=== Task ===
Count the lines holding the string "index" in the records, and give only the count.

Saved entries
+++

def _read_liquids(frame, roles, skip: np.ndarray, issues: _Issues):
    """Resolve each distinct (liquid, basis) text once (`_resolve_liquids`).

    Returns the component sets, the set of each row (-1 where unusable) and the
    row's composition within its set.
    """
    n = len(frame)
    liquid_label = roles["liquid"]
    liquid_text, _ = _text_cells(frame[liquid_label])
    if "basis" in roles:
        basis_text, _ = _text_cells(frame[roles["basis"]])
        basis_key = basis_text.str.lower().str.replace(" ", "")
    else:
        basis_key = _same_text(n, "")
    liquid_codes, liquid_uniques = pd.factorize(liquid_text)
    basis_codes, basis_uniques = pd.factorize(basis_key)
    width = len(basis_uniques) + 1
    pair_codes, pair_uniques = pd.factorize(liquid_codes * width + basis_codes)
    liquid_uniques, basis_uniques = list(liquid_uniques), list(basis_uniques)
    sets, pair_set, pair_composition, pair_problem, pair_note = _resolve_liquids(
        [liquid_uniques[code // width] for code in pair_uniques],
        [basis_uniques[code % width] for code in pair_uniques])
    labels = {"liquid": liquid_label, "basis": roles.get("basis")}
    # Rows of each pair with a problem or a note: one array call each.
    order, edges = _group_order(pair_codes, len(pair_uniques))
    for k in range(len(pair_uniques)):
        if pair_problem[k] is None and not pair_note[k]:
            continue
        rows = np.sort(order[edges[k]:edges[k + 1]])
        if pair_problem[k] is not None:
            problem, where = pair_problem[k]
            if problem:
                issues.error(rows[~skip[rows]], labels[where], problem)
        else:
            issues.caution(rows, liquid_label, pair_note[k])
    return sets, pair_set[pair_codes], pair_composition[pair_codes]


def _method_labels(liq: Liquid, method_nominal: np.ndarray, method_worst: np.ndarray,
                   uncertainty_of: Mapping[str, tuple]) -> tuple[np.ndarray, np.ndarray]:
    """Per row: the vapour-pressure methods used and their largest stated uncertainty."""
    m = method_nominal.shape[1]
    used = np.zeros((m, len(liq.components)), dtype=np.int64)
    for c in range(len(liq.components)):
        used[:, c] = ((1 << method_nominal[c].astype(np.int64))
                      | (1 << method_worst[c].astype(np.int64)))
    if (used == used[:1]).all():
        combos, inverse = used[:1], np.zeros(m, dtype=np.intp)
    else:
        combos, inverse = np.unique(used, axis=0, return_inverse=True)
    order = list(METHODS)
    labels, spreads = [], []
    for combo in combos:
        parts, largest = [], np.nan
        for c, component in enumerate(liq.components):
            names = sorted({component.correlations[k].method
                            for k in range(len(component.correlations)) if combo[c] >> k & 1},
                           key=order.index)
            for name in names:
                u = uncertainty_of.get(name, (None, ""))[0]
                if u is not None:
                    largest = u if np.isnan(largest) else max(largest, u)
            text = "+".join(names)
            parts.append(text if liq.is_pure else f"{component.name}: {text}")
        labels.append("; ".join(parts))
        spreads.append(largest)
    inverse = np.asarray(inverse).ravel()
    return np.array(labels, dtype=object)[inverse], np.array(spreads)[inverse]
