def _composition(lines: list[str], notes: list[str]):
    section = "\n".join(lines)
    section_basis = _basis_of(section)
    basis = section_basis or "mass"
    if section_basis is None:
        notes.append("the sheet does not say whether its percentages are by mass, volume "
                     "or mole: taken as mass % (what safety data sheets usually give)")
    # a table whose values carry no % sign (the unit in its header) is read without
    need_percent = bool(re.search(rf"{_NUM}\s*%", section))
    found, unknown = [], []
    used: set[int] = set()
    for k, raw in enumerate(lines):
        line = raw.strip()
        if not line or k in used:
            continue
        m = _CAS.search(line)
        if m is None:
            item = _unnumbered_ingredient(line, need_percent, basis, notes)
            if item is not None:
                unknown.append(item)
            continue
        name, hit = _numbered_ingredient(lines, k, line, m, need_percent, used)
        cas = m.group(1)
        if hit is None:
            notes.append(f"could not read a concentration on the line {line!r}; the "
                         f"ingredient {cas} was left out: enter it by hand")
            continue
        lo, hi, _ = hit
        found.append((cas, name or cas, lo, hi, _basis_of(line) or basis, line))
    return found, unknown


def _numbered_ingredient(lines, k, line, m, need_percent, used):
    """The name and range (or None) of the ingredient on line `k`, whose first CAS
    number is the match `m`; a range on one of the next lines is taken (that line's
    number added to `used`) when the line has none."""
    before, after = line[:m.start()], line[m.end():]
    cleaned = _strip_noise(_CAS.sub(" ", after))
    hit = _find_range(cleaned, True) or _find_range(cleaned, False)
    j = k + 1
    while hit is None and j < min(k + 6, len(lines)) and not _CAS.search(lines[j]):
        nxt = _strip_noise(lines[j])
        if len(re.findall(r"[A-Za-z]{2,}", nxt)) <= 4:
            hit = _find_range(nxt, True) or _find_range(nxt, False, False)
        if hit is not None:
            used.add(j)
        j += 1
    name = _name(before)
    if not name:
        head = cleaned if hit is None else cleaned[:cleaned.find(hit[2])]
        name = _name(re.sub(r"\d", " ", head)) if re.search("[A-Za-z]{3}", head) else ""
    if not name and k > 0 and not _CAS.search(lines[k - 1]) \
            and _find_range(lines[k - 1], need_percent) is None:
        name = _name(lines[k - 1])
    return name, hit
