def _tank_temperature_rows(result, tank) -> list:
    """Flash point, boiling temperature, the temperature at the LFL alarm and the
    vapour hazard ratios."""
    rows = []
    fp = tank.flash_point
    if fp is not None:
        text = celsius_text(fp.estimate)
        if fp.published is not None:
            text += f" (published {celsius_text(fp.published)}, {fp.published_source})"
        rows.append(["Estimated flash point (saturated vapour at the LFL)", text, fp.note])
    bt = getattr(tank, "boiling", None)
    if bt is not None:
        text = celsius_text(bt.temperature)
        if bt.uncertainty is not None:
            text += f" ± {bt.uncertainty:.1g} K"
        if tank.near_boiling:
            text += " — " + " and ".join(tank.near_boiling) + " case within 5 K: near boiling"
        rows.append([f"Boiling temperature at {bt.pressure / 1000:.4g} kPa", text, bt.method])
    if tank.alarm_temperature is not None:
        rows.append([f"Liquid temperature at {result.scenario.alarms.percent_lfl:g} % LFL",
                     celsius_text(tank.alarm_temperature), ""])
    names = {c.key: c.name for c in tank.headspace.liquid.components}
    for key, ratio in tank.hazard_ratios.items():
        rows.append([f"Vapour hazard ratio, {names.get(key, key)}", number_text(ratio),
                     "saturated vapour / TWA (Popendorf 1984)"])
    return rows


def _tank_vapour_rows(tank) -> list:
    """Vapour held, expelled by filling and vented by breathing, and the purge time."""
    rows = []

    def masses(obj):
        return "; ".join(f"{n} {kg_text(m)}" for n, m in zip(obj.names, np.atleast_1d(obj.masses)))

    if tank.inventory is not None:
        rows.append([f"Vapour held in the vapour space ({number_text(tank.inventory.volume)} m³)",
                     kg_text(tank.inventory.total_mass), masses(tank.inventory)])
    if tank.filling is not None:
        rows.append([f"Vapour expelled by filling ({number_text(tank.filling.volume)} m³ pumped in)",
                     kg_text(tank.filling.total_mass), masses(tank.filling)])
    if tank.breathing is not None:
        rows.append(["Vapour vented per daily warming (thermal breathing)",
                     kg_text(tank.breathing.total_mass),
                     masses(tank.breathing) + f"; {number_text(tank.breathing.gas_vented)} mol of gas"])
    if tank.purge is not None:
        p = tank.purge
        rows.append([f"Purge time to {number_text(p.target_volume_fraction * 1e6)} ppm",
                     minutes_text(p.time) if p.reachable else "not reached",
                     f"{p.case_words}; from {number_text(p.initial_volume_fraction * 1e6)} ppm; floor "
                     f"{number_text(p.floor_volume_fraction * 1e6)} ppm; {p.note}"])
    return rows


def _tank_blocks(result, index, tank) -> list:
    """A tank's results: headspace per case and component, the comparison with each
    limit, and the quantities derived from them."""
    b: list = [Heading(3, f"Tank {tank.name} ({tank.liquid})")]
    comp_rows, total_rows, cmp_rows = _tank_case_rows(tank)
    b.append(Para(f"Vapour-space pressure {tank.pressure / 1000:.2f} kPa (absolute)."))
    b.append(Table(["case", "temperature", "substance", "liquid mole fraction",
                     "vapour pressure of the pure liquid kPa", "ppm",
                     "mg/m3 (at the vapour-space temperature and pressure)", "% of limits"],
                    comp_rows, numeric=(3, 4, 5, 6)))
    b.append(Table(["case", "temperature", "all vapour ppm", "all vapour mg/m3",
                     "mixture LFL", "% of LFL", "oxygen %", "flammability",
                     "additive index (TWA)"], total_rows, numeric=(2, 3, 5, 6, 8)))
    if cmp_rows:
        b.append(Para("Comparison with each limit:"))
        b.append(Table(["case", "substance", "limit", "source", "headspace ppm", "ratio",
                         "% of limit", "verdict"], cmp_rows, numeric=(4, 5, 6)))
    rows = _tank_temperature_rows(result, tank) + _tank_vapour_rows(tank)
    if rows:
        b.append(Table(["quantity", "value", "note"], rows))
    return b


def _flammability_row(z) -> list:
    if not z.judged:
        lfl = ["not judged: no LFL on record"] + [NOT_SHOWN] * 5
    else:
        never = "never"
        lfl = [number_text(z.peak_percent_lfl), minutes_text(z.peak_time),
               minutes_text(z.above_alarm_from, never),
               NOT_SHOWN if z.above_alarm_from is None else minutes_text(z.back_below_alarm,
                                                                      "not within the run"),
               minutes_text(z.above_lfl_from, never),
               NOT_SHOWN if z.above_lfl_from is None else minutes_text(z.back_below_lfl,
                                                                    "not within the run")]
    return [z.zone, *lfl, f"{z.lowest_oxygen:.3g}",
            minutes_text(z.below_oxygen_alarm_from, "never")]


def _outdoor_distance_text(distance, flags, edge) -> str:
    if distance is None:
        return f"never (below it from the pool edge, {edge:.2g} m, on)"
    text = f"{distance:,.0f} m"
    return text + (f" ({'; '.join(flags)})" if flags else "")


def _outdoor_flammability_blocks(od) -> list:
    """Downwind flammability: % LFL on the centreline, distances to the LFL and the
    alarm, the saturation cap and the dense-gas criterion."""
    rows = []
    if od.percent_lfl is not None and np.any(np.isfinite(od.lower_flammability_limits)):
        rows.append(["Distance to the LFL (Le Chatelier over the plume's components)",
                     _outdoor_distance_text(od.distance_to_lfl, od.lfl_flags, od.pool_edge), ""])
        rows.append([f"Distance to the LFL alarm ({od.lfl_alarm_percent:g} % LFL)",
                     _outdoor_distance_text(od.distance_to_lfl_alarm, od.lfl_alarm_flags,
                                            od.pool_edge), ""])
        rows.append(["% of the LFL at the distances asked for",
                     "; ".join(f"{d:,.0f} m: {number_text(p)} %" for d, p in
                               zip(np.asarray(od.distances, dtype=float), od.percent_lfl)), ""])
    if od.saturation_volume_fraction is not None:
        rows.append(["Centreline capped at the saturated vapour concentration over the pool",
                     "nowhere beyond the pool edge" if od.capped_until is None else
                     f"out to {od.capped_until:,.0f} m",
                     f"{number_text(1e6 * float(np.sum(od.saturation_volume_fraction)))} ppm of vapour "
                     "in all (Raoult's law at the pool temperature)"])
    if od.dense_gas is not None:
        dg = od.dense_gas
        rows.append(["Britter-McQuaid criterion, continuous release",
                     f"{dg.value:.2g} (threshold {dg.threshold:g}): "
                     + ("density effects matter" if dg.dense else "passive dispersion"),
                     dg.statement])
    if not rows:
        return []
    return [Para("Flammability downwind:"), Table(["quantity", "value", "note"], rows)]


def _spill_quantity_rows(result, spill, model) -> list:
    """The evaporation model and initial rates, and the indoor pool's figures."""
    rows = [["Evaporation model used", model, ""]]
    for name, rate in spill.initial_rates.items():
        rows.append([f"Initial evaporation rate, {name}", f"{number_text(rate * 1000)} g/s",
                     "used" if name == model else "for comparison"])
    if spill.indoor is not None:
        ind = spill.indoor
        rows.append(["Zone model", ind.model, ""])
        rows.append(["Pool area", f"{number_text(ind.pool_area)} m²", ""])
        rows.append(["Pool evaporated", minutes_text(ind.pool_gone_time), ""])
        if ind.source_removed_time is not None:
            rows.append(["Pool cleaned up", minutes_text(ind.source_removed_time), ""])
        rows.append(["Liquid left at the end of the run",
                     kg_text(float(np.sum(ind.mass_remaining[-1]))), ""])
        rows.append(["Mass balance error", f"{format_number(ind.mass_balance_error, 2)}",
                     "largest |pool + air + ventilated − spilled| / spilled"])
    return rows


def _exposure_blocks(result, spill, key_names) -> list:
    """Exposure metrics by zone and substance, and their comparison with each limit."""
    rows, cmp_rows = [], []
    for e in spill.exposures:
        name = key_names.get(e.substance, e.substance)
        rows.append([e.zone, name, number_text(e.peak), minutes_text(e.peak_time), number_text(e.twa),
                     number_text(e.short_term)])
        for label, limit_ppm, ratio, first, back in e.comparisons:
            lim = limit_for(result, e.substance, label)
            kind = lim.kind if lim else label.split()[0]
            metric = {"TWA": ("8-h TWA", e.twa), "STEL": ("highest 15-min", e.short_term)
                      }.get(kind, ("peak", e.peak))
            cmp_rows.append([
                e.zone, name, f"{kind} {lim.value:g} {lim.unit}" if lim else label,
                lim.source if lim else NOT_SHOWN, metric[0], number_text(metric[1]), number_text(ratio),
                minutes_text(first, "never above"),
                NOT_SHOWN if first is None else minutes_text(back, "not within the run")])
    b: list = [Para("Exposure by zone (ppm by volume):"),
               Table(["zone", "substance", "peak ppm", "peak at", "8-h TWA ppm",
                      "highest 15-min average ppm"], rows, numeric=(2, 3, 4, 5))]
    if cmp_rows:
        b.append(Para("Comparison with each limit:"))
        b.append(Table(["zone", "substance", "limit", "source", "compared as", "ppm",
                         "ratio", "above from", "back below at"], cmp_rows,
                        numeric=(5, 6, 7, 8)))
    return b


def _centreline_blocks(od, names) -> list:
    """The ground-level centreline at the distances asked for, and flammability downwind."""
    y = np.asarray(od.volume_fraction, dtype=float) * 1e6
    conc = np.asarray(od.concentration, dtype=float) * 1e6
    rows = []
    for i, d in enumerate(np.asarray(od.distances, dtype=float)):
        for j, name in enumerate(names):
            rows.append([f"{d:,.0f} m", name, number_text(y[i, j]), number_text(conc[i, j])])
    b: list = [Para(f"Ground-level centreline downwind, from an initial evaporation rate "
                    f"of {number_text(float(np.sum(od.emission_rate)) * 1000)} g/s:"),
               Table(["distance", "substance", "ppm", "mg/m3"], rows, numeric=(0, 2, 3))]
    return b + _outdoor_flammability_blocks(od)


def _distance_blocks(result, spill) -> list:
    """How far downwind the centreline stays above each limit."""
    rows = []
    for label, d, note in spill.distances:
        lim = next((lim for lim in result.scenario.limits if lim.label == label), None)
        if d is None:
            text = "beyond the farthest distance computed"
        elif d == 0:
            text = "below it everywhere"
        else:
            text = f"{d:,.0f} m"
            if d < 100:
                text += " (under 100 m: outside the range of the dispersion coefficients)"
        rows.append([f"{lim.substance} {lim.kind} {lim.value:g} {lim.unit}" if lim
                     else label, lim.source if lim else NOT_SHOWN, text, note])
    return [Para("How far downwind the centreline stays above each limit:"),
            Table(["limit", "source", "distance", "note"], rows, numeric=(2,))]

+++

=== Solved exercise ===
3